Nanomechanical properties of multilayered amorphous carbon structures

Abstract

A possible route toward reducing the intrinsic compressive stress in as-grown amorphous carbon films on Si substrates, with a high fraction of tetrahedral bonding, is by forming multilayered $a-\mathrm{C}$ structures composed of layers dense and rich in ${\mathrm{sp}}^3$ sites alternated by layers rich in ${\mathrm{sp}}^2$ geometries, a type of an amorphous superlattice. We present here a combined theoretical and experimental effort to investigate the stability, stress, and elastic properties of this type of $a-\mathrm{C}$ material.

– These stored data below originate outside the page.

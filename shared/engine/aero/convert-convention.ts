/** How a delivered set of flutter derivatives is written. */
export interface DerivativeConvention {
  /**
   * Abscissa column: "Ur" = U/(fB); "Ur-half" = U/(fb) with b = B/2; "K" = Bω/U; "k-half" = bω/U.
   */
  abscissa: "Ur" | "Ur-half" | "K" | "k-half";
  /**
   * Force normalisation: "B" = ½ρU²B and ½ρU²B² in front of Scanlan's brackets (ours); "2B" = ½ρU²(2B) and
   * ½ρU²(2B²) (Scanlan & Tomko 1971; Simiu & Scanlan): their values are half of ours.
   */
  normalisation: "B" | "2B";
  /** "h-down": h and L positive downward (ours); "h-up": h and L positive upward. α and M nose-up in both. */
  sign: "h-down" | "h-up";
}

export interface DeliveredDerivatives extends DerivativeConvention {
  /** The abscissa column, in the unit `abscissa` names (all > 0, distinct). */
  abscissaValues: readonly number[];
  H1?: readonly number[];
  H2?: readonly number[];
  H3?: readonly number[];
  H4?: readonly number[];
  A1?: readonly number[];
  A2?: readonly number[];
  A3?: readonly number[];
  A4?: readonly number[];
}

/** Derivatives in the study convention, rows in increasing Ur (the shape of a tabulated study block). */
export interface StudyConventionDerivatives {
  reducedVelocity: number[];
  H1?: number[];
  H2?: number[];
  H3?: number[];
  H4?: number[];
  A1?: number[];
  A2?: number[];
  A3?: number[];
  A4?: number[];
}

const NAMES = ["H1", "H2", "H3", "H4", "A1", "A2", "A3", "A4"] as const;
/** Derivatives that multiply h or produce L once (not both): they change sign with the heave direction. */
const FLIPPED_BY_H_UP = new Set(["H2", "H3", "A1", "A4"]);

/**
 * Converts a delivered set of flutter derivatives to the study convention (docs/conventions.md §Self-excited forces): Ur = U/(fB),
 * Scanlan's forces on the full width B, h and L downward, α and M nose-up.
 *
 * Method: Ur = value (Ur), value/2 (Ur-half, since U/(fb) = 2U/(fB)), 2π/value (K), π/value (k-half,
 * K = 2k); derivatives ×2 from the 2B normalisation; with h and L upward, L = −L_up and h = −h_up flip the
 * terms that hold exactly one of them: H2*, H3* (α-terms of L) and A1*, A4* (h-terms of M); H1*, H4* (both)
 * and A2*, A3* (neither) keep their sign. Rows are then sorted by increasing Ur.
 * Source: Scanlan & Tomko, Airfoil and bridge deck flutter derivatives, J. Eng. Mech. Div. ASCE 97(EM6), 1971
 * (details from memory);
 * Simiu & Scanlan, Wind Effects on Structures; Jain, Jones & Scanlan, J. Struct. Eng. 122(7), 1996 (form on B).
 *
 * Notes: only the abscissa is read in half-chord terms; the derivatives are assumed to be defined with
 * K = Bω/U and B inside the brackets, as in Scanlan's form. Sets written with k and b inside the brackets
 * (aeronautical form) or in other authors' forms (e.g. Zasso 1996; Strømmen) need a different mapping that
 * these options do not cover — check the source's force expression before importing.
 *
 * @param set - the delivered columns and their convention
 * @returns the same data in the study convention, rows ordered by increasing Ur (dimensionless)
 * @throws RangeError when columns differ in length, values are not finite, or abscissae are ≤ 0 or repeated
 */
export function convertConvention(set: DeliveredDerivatives): StudyConventionDerivatives {
  const n = set.abscissaValues.length;
  const reducedVelocity = set.abscissaValues.map((value, i) => {
    if (!(value > 0) || !Number.isFinite(value)) throw new RangeError(`abscissa row ${i + 1} must be finite and > 0`);
    return toReducedVelocity(value, set.abscissa);
  });
  const order = reducedVelocity.map((_, i) => i).sort((a, b) => reducedVelocity[a] - reducedVelocity[b]);
  for (let r = 1; r < n; r++) {
    if (reducedVelocity[order[r]] === reducedVelocity[order[r - 1]]) {
      throw new RangeError(`abscissa rows ${order[r - 1] + 1} and ${order[r] + 1} give the same reduced velocity`);
    }
  }
  const result: StudyConventionDerivatives = { reducedVelocity: order.map((i) => reducedVelocity[i]) };
  const scale = set.normalisation === "2B" ? 2 : 1;
  for (const name of NAMES) {
    const column = set[name];
    if (column === undefined) continue;
    if (column.length !== n) throw new RangeError(`${name} has ${column.length} values for ${n} abscissa rows`);
    const factor = set.sign === "h-up" && FLIPPED_BY_H_UP.has(name) ? -scale : scale;
    result[name] = order.map((i) => {
      if (!Number.isFinite(column[i])) throw new RangeError(`${name} row ${i + 1} must be a finite number`);
      return factor * column[i];
    });
  }
  return result;
}

function toReducedVelocity(value: number, abscissa: DerivativeConvention["abscissa"]): number {
  switch (abscissa) {
    case "Ur":
      return value;
    case "Ur-half":
      return value / 2;
    case "K":
      return (2 * Math.PI) / value;
    case "k-half":
      return Math.PI / value;
  }
}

Our theoretical approach is based on Monte Carlo simulations within an empirical potential scheme, while the experimental part consists of spectroscopic ellipsometry, x-ray reflectivity, stress, and nanoindentation measurements in films prepared by magnetron sputtering. Our central result is that the average stress in the multilayered structures is nearly eliminated through layer-by-layer stress compensation, yet the fraction of ${\mathrm{sp}}^3$ sites in the dense regions remains high, sustained by the overwhelmingly compressive local stresses. The ${\mathrm{sp}}^3$-rich layers are stable both against a moderate increase of the width of the low-density layers, as well as under thermal annealing. The elastic moduli of the multilayered films are comparable with those of single-layer films. This, in conjuction with their low stress, makes them suitable for mechanical purposes.